The key to security is in the architecture, he said, telling Automotive Engineering that presently such appendages as the smartphone and watch, and keyless entry, hitherto not so considered, can be "threat vectors" into the car.  He added that the CAN bus (Controller Area Network) was not designed for encryption, although there are some strategies for accomplishing that.

Also required is a way to get an authenticated payload (the updated software) to the car and having an electronic "place" to hold it, Christensen said.

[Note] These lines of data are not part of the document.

"""Bad input: every mistake is an InputError naming the file, the field and the problem."""

from __future__ import annotations

import re
import string

import pytest
from hypothesis import HealthCheck, given, settings
from hypothesis import strategies as st

import thist
from thist.errors import InputError, StabilityError

from .conftest import CASE_TEXT


def load(case_dir, text):
    (case_dir / "case.toml").write_text(text)
    return thist.load_case(case_dir / "case.toml")


def test_valid_case_loads_to_si(case_dir):
    case = thist.load_case(case_dir / "case.toml")
    assert case.structure.n == 3
    assert case.structure.M[0, 0] == 120_000.0
    assert case.structure.story_stiffness[1] == 120e6
    assert case.record.dt == pytest.approx(0.01)
    assert case.analysis.dt == 0.005
    assert case.structure.labels[-1] == "Roof"


@pytest.mark.parametrize(
    ("old", "new", "message"),
    [
        ('mass = "120 t"', "mass = 120", r"case.toml: structure.stories\[0\].mass: expected mass"),
        (
            'stiffness = "120 MN/m"',
            'stiffness = "120 MN"',
            r'case.toml: structure.stories\[1\].stiffness: expected force/length, got "120 MN"',
        ),
        ('mass = "120 t"', 'mass = "-120 t"', r"stories\[0\].mass: must be positive"),
        ('mass = "120 t"', 'mass = "0 t"', r"stories\[0\].mass: must be positive"),
        ('height = "4.0 m"', 'height = "0 m"', r"stories\[0\].height: must be positive"),
        (
            'stiffness = "150 MN/m"',
            'stifness = "150 MN/m"',
            r"stories\[0\]\.stifness: unknown key; did you mean 'stiffness'\?",
        ),
        ('unit = "g"', 'unit = "kg"', r"record.unit: expected acceleration"),
        (
            'methods = ["newmark-average"]',
            'methods = ["newmark-avg"]',
            r"analysis.methods\[0\]: unknown method 'newmark-avg' \(did you mean 'newmark-average'",
        ),
        (
            'methods = ["newmark-average"]',
            'methods = [{name = "hht", alpha = -0.5}]',
            r"analysis.methods\[0\]: alpha must lie in \[-1/3, 0\]",
        ),
        (
            'methods = ["newmark-average"]',
            'methods = [{name = "newmark", beta = 0.1, gamma = 0.4}]',
            r"gamma must be >= 1/2",
        ),
        ('ratio = "5 %"', 'ratio = "5 m"', r"damping.ratio: expected dimensionless"),
        ("modes = [1, 2]", "modes = [1, 7]", r"damping.modes: mode numbers must be distinct"),
        ('file = "record.txt"', 'file = "missing.txt"', r"record.file: record file not found"),
        (
            'title = "Test building"',
            'titel = "x"',
            r"case.toml: titel: unknown key; did you mean 'title'\?",
        ),
        ('title = "Test building"', 'name = "x"', r"case.toml: title: is required"),
        ('dt = "0.005 s"', 'dt = "0.02 s"', r"analysis.dt: analysis dt 0.02 s is coarser"),
    ],
)
def test_bad_fields_are_named_in_one_line(case_dir, old, new, message):
    assert old in CASE_TEXT
    text = CASE_TEXT.replace(old, new, 1)
    with pytest.raises(InputError) as err:
        case = load(case_dir, text)
        thist.run_case(case)
    assert re.search(message, str(err.value)), str(err.value)
    assert "\n" not in str(err.value)


def test_unknown_top_level_key_names_the_nearest_valid_key(case_dir):
    with pytest.raises(
        InputError, match=r"case.toml: analysys: unknown key; did you mean 'analysis'"
    ):
        load(case_dir, CASE_TEXT + '\n[analysys]\nmethods = ["exact"]\n')


def test_invalid_toml_is_an_input_error(case_dir):
    with pytest.raises(InputError, match="case.toml: not valid TOML"):
        load(case_dir, CASE_TEXT + "\n[[[broken\n")


def test_missing_case_file(tmp_path):
    with pytest.raises(InputError, match="case file not found"):
        thist.load_case(tmp_path / "nope.toml")


def matrices_case(mass_rows: str, stiffness_rows: str) -> str:
    head, _, rest = CASE_TEXT.partition("[structure]")
    _, _, tail = rest.partition("[damping]")
    return (
        head + '[structure]\nform = "matrices"\n'
        f'mass = {{unit = "t", values = {mass_rows}}}\n'
        f'stiffness = {{unit = "MN/m", values = {stiffness_rows}}}\n'
        "influence = [1, 1]\n\n[damping]" + tail.replace("modes = [1, 2]", "modes = [1, 2]")
    )


def test_general_matrices_load(case_dir):
    case = load(case_dir, matrices_case("[[100, 0], [0, 80]]", "[[300, -120], [-120, 120]]"))
    assert case.structure.form == "matrices"
    assert case.structure.K[0, 1] == -120e6


@pytest.mark.parametrize(
    ("mass", "stiffness", "message"),
    [
        (
            "[[100, 0], [0, 80]]",
            "[[100, -120], [-120, 120]]",
            "structure.stiffness: must be positive definite",
        ),
        (
            "[[100, 0], [0, 80]]",
            "[[300, -100], [-120, 120]]",
            "structure.stiffness: must be symmetric",
        ),
        ("[[100, 0], [0, 80]]", "[[300, -120, 0], [-120, 120, 0]]", "must be a square matrix"),
        (
            "[[100, 0], [0, -80]]",
            "[[300, -120], [-120, 120]]",
            "structure.mass: must be positive definite",
        ),
    ],
)
def test_bad_matrices_are_refused(case_dir, mass, stiffness, message):
    with pytest.raises(InputError, match=re.escape(message)):
        load(case_dir, matrices_case(mass, stiffness))


def test_nan_in_the_record_is_refused(case_dir):
    lines = (case_dir / "record.txt").read_text().splitlines()
    lines[10] = "0.0800 nan"
    (case_dir / "record.txt").write_text("\n".join(lines))
    with pytest.raises(InputError, match=r"record.txt: non-finite acceleration at sample 9"):
        thist.load_case(case_dir / "case.toml")


def test_empty_record_is_refused(case_dir):
    (case_dir / "record.txt").write_text("# nothing here\ntime accel\n")
    with pytest.raises(InputError, match="record.txt: the record is empty"):
        thist.load_case(case_dir / "case.toml")


def test_single_point_record_is_refused(case_dir):
    (case_dir / "record.txt").write_text("time accel\n0 0.1\n")
    with pytest.raises(InputError, match="fewer than 2 points"):
        thist.load_case(case_dir / "case.toml")


def test_non_uniform_time_column_is_refused(case_dir):
    lines = (case_dir / "record.txt").read_text().splitlines()
    t, a = lines[20].split()
    lines[20] = f"{float(t) + 0.003:.4f} {a}"
    (case_dir / "record.txt").write_text("\n".join(lines))
    with pytest.raises(InputError, match="not uniformly spaced"):
        thist.load_case(case_dir / "case.toml")


def test_decreasing_time_column_is_refused(case_dir):
    lines = (case_dir / "record.txt").read_text().splitlines()
    lines[5], lines[6] = lines[6], lines[5]
    (case_dir / "record.txt").write_text("\n".join(lines))
    with pytest.raises(InputError, match="not increasing"):
        thist.load_case(case_dir / "case.toml")


def test_binary_record_is_refused(case_dir):
    (case_dir / "record.txt").write_bytes(b"\x00\x01\x02binary")
    with pytest.raises(InputError, match="not a text file"):
        thist.load_case(case_dir / "case.toml")


def test_values_layout_reads_several_values_per_line(case_dir):
    (case_dir / "vals.txt").write_text("header one\nheader two\n0.0 0.1 0.2\n0.1 0.0\n-0.1\n")
    text = CASE_TEXT.replace(
        'file = "record.txt"',
        'file = "vals.txt"\nlayout = "values"\nheader_lines = 2\ndt = "0.02 s"',
    )
    text = text.replace('time_column = "time"\nacceleration_column = "accel"\n', "")
    text = text.replace('dt = "0.005 s"', 'dt = "0.02 s"')
    case = load(case_dir, text)
    assert case.record.npts == 6
    assert case.record.ag[2] == pytest.approx(0.2 * 9.80665)


def test_step_above_the_stability_limit_is_refused_with_limit_mode_and_suggestion(case_dir):
    text = CASE_TEXT.replace('methods = ["newmark-average"]', 'methods = ["central-difference"]')
    text = text.replace('dt = "0.005 s"', 'dt = "0.01 s"')
    text = text.replace('mass = "90 t"', 'mass = "1 t"')  # a very stiff, light top story
    case = load(case_dir, text)
    with pytest.raises(StabilityError) as err:
        thist.run_case(case)
    msg = str(err.value)
    assert "central-difference" in msg and "stability limit" in msg
    assert "mode 3" in msg and "use dt <=" in msg


# -- property-based: mangled case files give an InputError or a result, nothing else --------

_FIELDS = [
    '"120 t"',
    '"150 MN/m"',
    '"4.0 m"',
    '"5 %"',
    '"0.005 s"',
    '"g"',
    "[1, 2]",
    '"newmark-average"',
    '"record.txt"',
    '"rayleigh"',
]
_JUNK = st.one_of(
    st.sampled_from(
        [
            '""',
            "0",
            "-1",
            '"1e400 m"',
            '"nan t"',
            "true",
            "[]",
            "{}",
            '"g"',
            '"12 kg"',
            '"0 s"',
            '"-3 MN/m"',
            '"3 furlongs"',
            "[[1]]",
            '"%"',
        ]
    ),
    st.text(alphabet=string.ascii_letters + string.digits + " ./*%-", max_size=12).map(
        lambda s: '"' + s + '"'
    ),
    st.integers(-5, 5).map(str),
    st.floats(allow_nan=False, allow_infinity=False, width=32).map(repr),
)


@settings(
    max_examples=60, deadline=None, suppress_health_check=[HealthCheck.function_scoped_fixture]
)
@given(data=st.data())
def test_mangled_case_files_raise_input_error_or_run(case_dir, data):
    text = CASE_TEXT
    for _ in range(data.draw(st.integers(1, 3))):
        target = data.draw(st.sampled_from(_FIELDS))
        if target in text:
            text = text.replace(target, data.draw(_JUNK), 1)
    if data.draw(st.booleans()):
        cut = data.draw(st.integers(0, len(text)))
        text = text[:cut]
    try:
        case = load(case_dir, text)
        thist.run_case(case)
    except (InputError, StabilityError):
        pass
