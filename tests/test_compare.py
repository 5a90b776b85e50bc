"""`thist compare`: methods side by side against the exact reference.

Method properties used: Newmark average acceleration ω̄Δt = 2·arctan(Ω/2) (Hughes,
*The Finite Element Method*, 1987, §9.3); central difference is stable only for
Ω ≤ 2 (same source).
"""

from __future__ import annotations

import json
import math

import pytest

from tests.case_factory import write_case
from thist import load_case
from thist.cli import main
from thist.compare import compare_case, comparison_dict
from thist.results import _clean


@pytest.fixture(scope="module")
def stiff_case(tmp_path_factory):
    """T_min = 0.049 s and Δt = 0.02 s: central difference (limit T_min/π) is refused."""
    folder = tmp_path_factory.mktemp("stiff")
    return load_case(write_case(folder, record_dt=0.02, stiffness_scale=4.0, duration=6.0))


@pytest.fixture(scope="module")
def comparison(stiff_case):
    return compare_case(stiff_case, ["newmark-average", "central-difference", "hht"], [0.02, 0.01])


def test_refused_method_is_a_row_with_the_reason(comparison):
    """Not silently dropped: the row says refused and quotes the stability limit."""
    cd = [r for r in comparison.rows if r.label == "central-difference"]
    assert [r.status for r in cd] == ["refused", "ran"]
    assert "stability limit" in cd[0].reason
    assert all(math.isnan(v) for v in cd[0].peaks.values())


def test_exact_reference_added_and_differences_measured_from_it(comparison):
    """For a linear model exact runs at each Δt; its own differences are zero."""
    assert comparison.reference == "exact" and comparison.reference_added
    refs = [r for r in comparison.rows if r.is_reference]
    assert [r.dt for r in refs] == [0.02, 0.01]
    for r in comparison.rows:
        if r.status == "ran" and r.is_reference:
            assert all(v == 0.0 for v in r.rel_diff.values())


def test_newmark_difference_from_exact_shrinks_with_the_step(comparison):
    """Second-order method (Newmark 1959): halving Δt from T1/15 to T1/30 divides the
    roof-displacement difference from exact by more than 2 (4 asymptotically; peaks
    are read at the samples, so the ratio is not exactly 4)."""
    nm = [r for r in comparison.rows if r.label == "newmark-average"]
    d = [abs(r.rel_diff["roof_displacement"]) for r in nm]
    assert d[0] / d[1] > 2.0


def test_spectral_columns_follow_the_published_period_relation(comparison, stiff_case):
    """Period error of average acceleration at mode 1 is Ω/(2·arctan(Ω/2)) − 1 (Hughes
    1987, §9.3); exact has none; the modes are 1 and the one reaching 90 % of the mass."""
    row = next(r for r in comparison.rows if r.label == "newmark-average")
    modes = comparison.results[0].modes
    assert [s.mode for s in row.spectral] == sorted({1, modes.modes_for_mass(0.9)})
    s1 = row.spectral[0]
    assert s1.period_error == pytest.approx(s1.omega_dt / (2 * math.atan(s1.omega_dt / 2)) - 1)
    assert s1.algorithmic_damping == pytest.approx(0.0, abs=1e-12)
    exact = next(r for r in comparison.rows if r.is_reference)
    assert all(abs(s.period_error) < 1e-12 for s in exact.spectral)


def test_drift_story_is_where_the_peak_drift_ratio_occurs(comparison):
    """The story column names the story (1-based) of the largest |drift ratio|."""
    res = comparison.results[0]
    run = next(r for r in res.runs if r.label == "newmark-average")
    dr = run.response.peaks()["drift_ratio"]
    row = next(r for r in comparison.rows if r.label == "newmark-average")
    assert row.drift_story == dr.where + 1
    assert row.peaks["drift_ratio"] == dr.values[dr.where]


def test_comparison_is_json_ready(comparison):
    """comparison_dict survives strict JSON (no NaN) with refused rows kept."""
    text = json.dumps(_clean(comparison_dict(comparison)), allow_nan=False)
    data = json.loads(text)
    assert [r["status"] for r in data["rows"]].count("refused") == 1


def test_compare_command_writes_results_with_comparison_and_a_report(tmp_path, stiff_case):
    """`thist compare case.toml --methods a,b --dt 20ms -o DIR` writes results.json with
    the comparison, and report.pdf; a refused method does not fail the command."""
    out = tmp_path / "out"
    rc = main(
        [
            "compare",
            stiff_case.path,
            "--methods",
            "newmark-average,central-difference",
            "--dt",
            "20 ms",
            "-o",
            str(out),
        ]
    )
    assert rc == 0
    data = json.loads((out / "results.json").read_text())
    rows = data["comparison"]["rows"]
    assert [r["label"] for r in rows] == ["newmark-average", "central-difference", "exact"]
    assert rows[1]["status"] == "refused"
    assert rows[0]["dt"] == pytest.approx(0.02)
    from pypdf import PdfReader

    text = " ".join(" ".join(p.extract_text().split()) for p in PdfReader(out / "report.pdf").pages)
    assert "9. Comparison of methods and time steps" in text
    assert "central-difference" in text and "refused" in text
    assert "exact (reference)" in text
    assert text.index("9. Comparison") < text.index("10. Cautions")


def test_compare_command_rejects_a_bad_step(tmp_path, stiff_case, capsys):
    """A --dt that is not a time is an input error: one line, exit status 2."""
    rc = main(["compare", stiff_case.path, "--methods", "exact", "--dt", "3 kg"])
    assert rc == 2
    assert "--dt[0]" in capsys.readouterr().err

A manifest comes down with all updates; the car says okay, a signature comes from the cloud and the car validates it.  The first update is then discharged to the ECU.  Which raises this issue: if the installation fails, the system needs to be able to activate a "restore" function to get the system back to original setting.

If there are three updates in the manifest, and the failure occurs during the third, there may need to be a removal function, so the system reflashes back to the original state.

"None of this is hard," Christensen noted. "We just need the vehicle design to be able to do it." He cited the example of an  "atomic update," where all updates must be installed at once or none should be.

Bypassing owner OK 

Christenson cited banking industry money transfers as an example of the way installations must be executed with secure protocols, where a scheduled data transfer must be completed instantaneously, or the entire transaction goes back to its previous state.

When there is an urgent safety update, the comparatively slow pace that includes owner evaluation and approval may need a work-around. There might be have to be a provision for abrogating authorization, although that would be a last resort for an OEM.

A critical aspect of the entire challenge of OTA updating is identifying the vehicle configuration.  Many OEMs right now do not have software configuration matrixes at a sufficient level of confidence to always be certain of the right software for all vehicles.

"The manufacturer can't even rely on the VIN once the car has left the assembly line," Christensen said, and certainly not if a module has been replaced.